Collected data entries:
____________________

import { and, eq, isNull } from "drizzle-orm";
import { assertCan, can, type Member } from "@/lib/auth/can";
import {
  drillKindsFor,
  generateDrill,
  generateDrillFor,
  getDrillKind,
  judgeDrill,
  newSeed,
  UnknownDrillKindError,
  type Drill,
  type Judgement,
} from "@/lib/drills";
import type { DrillCreate } from "@/lib/drills/schemas";
import { ConflictError, ForbiddenError, ValidationError, notFound } from "@/lib/errors";
import { getDb } from "../client";
import { drills } from "../schema";
import { drillFromCalculation, insertDrill, publicProblem, resultView, type DrillRecord } from "./drill-rows";

/**
 * Drills (docs/PRODUCT.md "Drills"): practice problems made by the Bench's calculators, judged on the server.
 * Every function takes the signed-in member and scopes to their workshop; the solution never leaves here
 * before the drill is answered, and a drill is answered once.
 */

export { drillProgress, apprenticesProgress } from "./drill-progress";
export { createAssignment, listAssignments } from "./drill-assignments";
export type { PublicDrill, DrillResult } from "./drill-rows";

/** A drill of a kind, of a calculator (one of its kinds), or like a saved calculation; for the member themselves. */
export function createDrill(member: Member, input: DrillCreate, seed = newSeed()) {
  assertCan(member, "doDrills");
  let drill: Drill;
  if (input.calculationId !== undefined) {
    drill = drillFromCalculation(member, input.calculationId, seed);
  } else if (input.kind !== undefined) {
    if (!getDrillKind(input.kind)) throw new ValidationError("There is no drill of that kind.", { kind: `There is no drill kind "${input.kind}".` });
    drill = generateDrill(input.kind, seed);
  } else {
    const slug = input.slug ?? "";
    if (drillKindsFor(slug).length === 0)
      throw new ValidationError("There is no drill for that calculator.", { slug: `There is no drill for a calculator called "${slug}".` });
    drill = generateDrillFor(slug, seed);
  }
  const row = insertDrill(getDb(), member, member.userId, drill, input.calculationId !== undefined ? { sourceCalculationId: input.calculationId } : {});
  return publicProblem(row);
}

const notYours = () => new ForbiddenError("Only the member this drill was set for can answer it.");
const alreadyAnswered = () => new ConflictError("This drill has already been answered: each drill takes one answer. Try a similar one for another go.");

function findDrill(member: Member, drillId: number): DrillRecord {
  const row = getDb()
    .select()
    .from(drills)
    .where(and(eq(drills.id, drillId), eq(drills.workshopId, member.workshopId)))
    .get();
  if (!row) throw notFound("That drill");
  return row;
}

/** Judging is pure; a kind retired since the drill was made cannot be judged any more. */
function judge(row: DrillRecord, answer: number | string): Judgement {
  try {
    return judgeDrill(row, answer);
  } catch (err) {
    if (err instanceof UnknownDrillKindError) throw new ConflictError("This kind of drill is no longer offered; start another drill.");
    throw err;
  }
}

/**
 * A drill as its page shows it: the problem, and once answered the judgement with the working. The member's
 * own, or for owners and technicians any in the workshop; another apprentice's drill is refused.
 */
export function getDrill(member: Member, drillId: number) {
  assertCan(member, "doDrills");
  const row = findDrill(member, drillId);
  if (row.userId !== member.userId && !can.followDrills(member)) throw new ForbiddenError("Your role does not allow you to see another member's drills.");
  const result = row.answeredAt && row.answer !== null ? resultView(row, row.answer, judge(row, row.answer), row.answeredAt) : null;
  return { ...publicProblem(row), mine: row.userId === member.userId, result };
}

/** The drill to be answered: in the workshop (404), the member's own (403), not yet answered (409). */
export function getDrillForAnswer(member: Member, drillId: number): DrillRecord {
  assertCan(member, "doDrills");
  const row = findDrill(member, drillId);
  if (row.userId !== member.userId) throw notYours();
  if (row.answeredAt !== null) throw alreadyAnswered();
  return row;
}

/**
 * Judges the one answer. An answer that cannot be read at all (empty, words for a number) is sent back with
 * a message and does not use the drill up; a wrong number or a wrong unit is an answer, judged wrong.
 */
export function answerDrill(member: Member, drillId: number, answer: number | string) {
  const row = getDrillForAnswer(member, drillId);
  const j = judge(row, answer);
  if (j.verdict === "unreadable") throw new ValidationError(j.message, { answer: j.message });
  const saved = getDb()
    .update(drills)
    .set({ answer, verdict: j.verdict, correct: j.correct, answeredAt: new Date() })
    // The condition makes the answer single-use even when two answers race.
    .where(and(eq(drills.id, row.id), eq(drills.workshopId, member.workshopId), eq(drills.userId, member.userId), isNull(drills.answeredAt)))
    .returning({ answeredAt: drills.answeredAt })
    .get();
  if (!saved?.answeredAt) throw alreadyAnswered();
  return resultView(row, answer, j, saved.answeredAt);
}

____________________

PROBLEM TO SOLVE:
Look for "if (row.userId !== member.userId)" in the records. Write out its line and every later line through the end exactly, with nothing more.

ANSWER SECTION:
  if (row.userId !== member.userId) throw notYours();
  if (row.answeredAt !== null) throw alreadyAnswered();
  return row;
}

/**
 * Judges the one answer. An answer that cannot be read at all (empty, words for a number) is sent back with
 * a message and does not use the drill up; a wrong number or a wrong unit is an answer, judged wrong.
 */
export function answerDrill(member: Member, drillId: number, answer: number | string) {
  const row = getDrillForAnswer(member, drillId);
  const j = judge(row, answer);
  if (j.verdict === "unreadable") throw new ValidationError(j.message, { answer: j.message });
  const saved = getDb()
    .update(drills)
    .set({ answer, verdict: j.verdict, correct: j.correct, answeredAt: new Date() })
    // The condition makes the answer single-use even when two answers race.
    .where(and(eq(drills.id, row.id), eq(drills.workshopId, member.workshopId), eq(drills.userId, member.userId), isNull(drills.answeredAt)))
    .returning({ answeredAt: drills.answeredAt })
    .get();
  if (!saved?.answeredAt) throw alreadyAnswered();
  return resultView(row, answer, j, saved.answeredAt);
}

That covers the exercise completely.